There is a cost to using the right language in the interpretation of “uncertainty intervals” (the range of plausible values that cannot be ruled out by the data). To compute a Bayesian interval, Bayesians have to specify an a priori assumption about the true effect size. This prior can be true or false and as it is not based on data it is most likely to be false. Data are used to reduce the falseness of the prior, but especially when the data set is small, the prior will still bias the credibility interval. As a result of this step, all credibility intervals are conditional on a prior and will vary for different priors. So, Bayesians will have to say properly, Conditional on my prior beliefs, I can assert that the 95% credibility interval contains the true value.” This is done in election forecasts when results of one survey are used to update an existing model based on other information. It makes little sense to rely on some researcher’s prior when they present the results of their study. Who would trust a researcher who says, Conditional on my prior beliefs, the results support my hypothesis? Frequentist statistics avoid this problem which is why they have remained the dominant approach despite Bayesian’s criticism for 100 years.

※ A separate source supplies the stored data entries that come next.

/**
 * Gradient boosting of trees for any differentiable loss (Friedman, J. (2001) "Greedy function
 * approximation: a gradient boosting machine", Annals of Statistics 29(5):1189–1232, Algorithm 1 with the
 * TreeBoost leaf values of §4): F_0 = the constant loss minimiser; each round takes the pseudo-residuals,
 * fits a least-squares tree to them, replaces its leaf values by the loss's leaf rule, and adds the tree
 * times the step η_m. Optional row subsampling per round (Friedman, J. (2002) "Stochastic gradient
 * boosting", CSDA 38(4):367–378) and early stopping on a watched set.
 */
import { errors } from '../../errors.js';
import type { Dataset } from '../../table/frame.js';
import { derive } from '../../util/rng.js';
import { leafOf, type FlatTree } from '../flat-tree.js';
import { resolveBoostingOptions, type BoostingOptions } from './boosting-options.js';
import { growEnsembleTree } from './engine.js';
import { ensembleHeader } from './header.js';
import { impurityImportance } from './importance.js';
import { refreshInnerValues } from './inner-values.js';
import { createLeafScratch, setLeafValues } from './leaf-values.js';
import { pickLoss } from './loss/pick.js';
import type { BoostingModel } from './models.js';
import { memberTreeRecord } from './options.js';
import { applyClassWeights, prepareData } from './prepare.js';
import { drawSubsampleMask } from './subsample.js';
import { addTreeValues } from './tree-sum.js';
import { watchSetOf } from './watch-set.js';
import { rowSourceOf } from '../tree/row-source.js';

export type { BoostingOptions } from './boosting-options.js';

/**
 * Fit a gradient-boosted tree model.
 * @example
 * const gb = fitBoosting(train, { loss: 'huber', rounds: 300, learningRate: 0.05, watch: holdout, patience: 20 });
 * gb.bestRound;        // round with the lowest watched loss
 * gb.watchLoss;        // for a learning curve
 */
export function fitBoosting(data: Dataset, options: BoostingOptions = {}): BoostingModel {
  const s = resolveBoostingOptions(options, data.target);
  const prep = prepareData(data, 'fit a boosted model');
  const target = prep.data.target;
  const loss = pickLoss(s.loss, target, { huberQuantile: s.huberQuantile, quantileLevel: s.quantileLevel });
  const n = prep.n, K = loss.nOutputs;
  const y = target.kind === 'class' ? Float64Array.from(target.codes) : target.values;
  if (s.loss === 'poisson') for (let i = 0; i < n; i++) if (y[i] < 0) throw errors.badValue(target.name, i, y[i], 'a count >= 0 for the poisson loss');
  const w = applyClassWeights(prep, options.classWeights);
  const frame = prep.data.features;
  const src = rowSourceOf(frame);
  const watch = options.watch ? watchSetOf(options.watch, frame.schema.columns, target) : null;

  const initial = loss.initial(y, w);
  const F = new Float64Array(n * K), Fw = new Float64Array(watch ? watch.n * K : 0);
  for (let i = 0; i < n; i++) F.set(initial, i * K);
  if (watch) for (let i = 0; i < watch.n; i++) Fw.set(initial, i * K);
  const trainLoss = [loss.value(y, F, w)];
  const watchLoss = watch ? [loss.value(watch.y, Fw, watch.weights)] : [];

  const r = new Float64Array(n), roundW = new Float64Array(n), scratch = createLeafScratch(n);
  const trees: FlatTree[] = [], steps: number[] = [];
  let best = 0, bestLoss = watch ? watchLoss[0] : Infinity;
  for (let m = 0; m < s.rounds; m++) {
    const step = s.learningRate / (1 + s.stepDecay * m);
    const mask = s.rowFraction < 1 ? drawSubsampleMask(n, s.rowFraction, derive(s.seed, m)) : null;
    for (let i = 0; i < n; i++) roundW[i] = mask && !mask[i] ? 0 : w[i];
    loss.startRound(y, F, roundW);
    for (let k = 0; k < K; k++) {
      loss.residuals(y, F, k, r);
      const { tree, leafOfRow } = growEnsembleTree({
        frame, weights: roundW, response: { kind: 'value', values: r, leaf: 'mean' },
        settings: s.tree.grow, rng: derive(s.seed, m, k, 1),
      }, s.tree.engine);
      setLeafValues(tree, leafOfRow, loss, y, F, roundW, k, r, step, scratch);
      refreshInnerValues(tree);
      // update scores: rows in this round's sample by their leaf, the others by routing
      const v = tree.value;
      for (let i = 0; i < n; i++) {
        const l = leafOfRow[i] >= 0 ? leafOfRow[i] : leafOf(tree, src, i);
        F[i * K + k] += v[l];
      }
      if (watch) addTreeValues(tree, watch.src, watch.n, Fw, K, k);
      trees.push(tree);
    }
    steps.push(step);
    trainLoss.push(loss.value(y, F, w));
    if (watch) {
      const wl = loss.value(watch.y, Fw, watch.weights);
      watchLoss.push(wl);
      if (wl < bestLoss - 1e-12 * Math.abs(bestLoss)) { bestLoss = wl; best = m + 1; }
      else if (m + 1 - best >= s.patience) break;
    } else best = m + 1;
  }
  const roundsKept = s.patience === Infinity ? steps.length : best;
  const kept = trees.slice(0, roundsKept * K);
  const record: Record<string, unknown> = {
    loss: s.loss, rounds: s.rounds, learningRate: s.learningRate, stepDecay: s.stepDecay, rowFraction: s.rowFraction,
    patience: s.patience, huberQuantile: s.huberQuantile, quantileLevel: s.quantileLevel, ...memberTreeRecord(s.tree),
  };
  if (options.classWeights) record.classWeights = { ...options.classWeights };
  return {
    ...ensembleHeader('boosting', prep.data, record, s.seed),
    kind: 'boosting', loss: s.loss, nOutputs: K, initial: Array.from(initial), trees: kept,
    steps: steps.slice(0, roundsKept), trainLoss, watchLoss, bestRound: best, roundsKept,
    importance: impurityImportance(kept, frame.schema.columns),
  };
}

Hi Uli, thanks for chiming in! Yes, you are absolutely right about the downside (or upside, depending on whom you ask) of conditioning on prior beliefs. I’ll adjust the language a bit; I think in a previous draft I had a side remark “at the cost of having to specify a prior.” Given that the post may be interpreted as “just go Bayesian, it solves this at no cost,” probably good to re-insert some information.
Wow I forgot Rickrolling was a thing
I admit it’s a bit of a vintage meme.
I’m a noob in this field, and I’ve never laughed so hard in my life! I guess I’ve officially leveled up to ‘math nerd’ status 🤓🤣
Is it correct to say that the probability is 1 if the true value happens to be in the confidence interval, and 0 if it is not, and we just don’t know which it is?
I am not sure this would be correct — people have “explained” it that way to me, but others have pointed out that this is not frequentist canon (possibly because it still assigns probabilities at all?) and, thus, a straw man.